# New Orleans Hornets (56-25) @ Dallas Mavericks (50-31)



## girllovesthegame (Nov 3, 2005)

VS.










American Airlines Center, Dallas, TX 
6:00pm CST
ESPN











































































Preview​


----------



## croco (Feb 14, 2005)

This could be the start of an 8 game Hornets vs. Mavs parade, I think there is actually a good chance for it to happen.


----------



## knicksfan89 (Jan 6, 2005)

I think so as well


----------



## bee-fan (Nov 4, 2006)

I believe Byron said he will rest his starters tonight, so they can't afford to come out flat like they have the past couple of weeks. They need to set the tone, before they hand the game over to the reserves.


----------



## thaKEAF (Mar 8, 2004)

Got damnit, I don't want them to rest their starters. 
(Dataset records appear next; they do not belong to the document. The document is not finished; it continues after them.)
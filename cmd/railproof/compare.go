package main

import (
	"io"
	"os"

	"github.com/spf13/cobra"

	"railproof/report"
)

// compareOptions is what `railproof compare` is asked to do.
type compareOptions struct {
	outputFlags
	gate          string
	allowUnproven bool
}

func newCompare(s *streams) *cobra.Command {
	var o compareOptions
	c := &cobra.Command{
		Use:   "compare OLD.json NEW.json",
		Short: "Tell what a change did: new, cleared, better, worse",
		Long: `compare takes two reports of check --format json. The gate looks only at what is new or worse: the status is 1
if a violation at or above the gate is, and 3 if a headline check is newly unproven.`,
		Args:              cobra.ExactArgs(2),
		ValidArgsFunction: whileWanted(completeFiles(".json")),
		RunE:              func(_ *cobra.Command, args []string) error { return runCompare(s, &o, args[0], args[1]) },
	}
	o.outputFlags.add(c, report.ComparisonFormats())
	c.Flags().StringVar(&o.gate, "gate", report.DefaultGate, "severities that stop: `LIST` of critical, major, minor, or never; graver ones are implied")
	c.Flags().BoolVar(&o.allowUnproven, "allow-unproven", false, "let the gate pass while headline checks are newly unproven")
	completeList(c, "gate", "critical", "major", "minor", "never")
	return c
}

func runCompare(s *streams, o *compareOptions, before, after string) error {
	targets, err := o.targets(report.ComparisonFormats())
	if err != nil {
		return err
	}
	gate, err := report.ParseGate(o.gate)
	if err != nil {
		return err
	}
	if err := spare(named(targets), []string{before, after}); err != nil {
		return err
	}
	oldText, err := os.ReadFile(before)
	if err != nil {
		return err
	}
	newText, err := os.ReadFile(after)
	if err != nil {
		return err
	}
	c, err := report.CompareReports(before, oldText, after, newText, gate, o.allowUnproven)
	if err != nil {
		return err
	}
	if err := deliver(s, targets, func(w io.Writer, format string, style report.Style) error { return c.Write(w, format, style) }); err != nil {
		return err
	}
	if c.Exit != report.ExitPassed {
		return exitStatus(c.Exit)
	}
	return nil
}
I want my boy AI to dodge Kobe and company. :no:


----------



## Tooeasy (Nov 4, 2003)

i wanted to personally thank you for making game threads for every game this season, thats more that can be said for all the other team boards, and you've brought a new light to this part of the site. Even though we don't have that many members talking hornets, we are all pretty level headed and arent totally naive and biased like I've seen on some of the other boards.


----------



## croco (Feb 14, 2005)

bee-fan said:


> I believe Byron said he will rest his starters tonight, so they can't afford to come out flat like they have the past couple of weeks. They need to set the tone, before they hand the game over to the reserves.


Wow, really ? This might not be such a good idea for the Hornets, the Mavs did the same thing against Golden State last year and lost of all of the remaining momentum they had.


----------



## girllovesthegame (Nov 3, 2005)

Tooeasy said:


> i wanted to personally thank you for making game threads for every game this season, thats more that can be said for all the other team boards, and you've brought a new light to this part of the site. Even though we don't have that many members talking hornets, we are all pretty level headed and arent totally naive and biased like I've seen on some of the other boards.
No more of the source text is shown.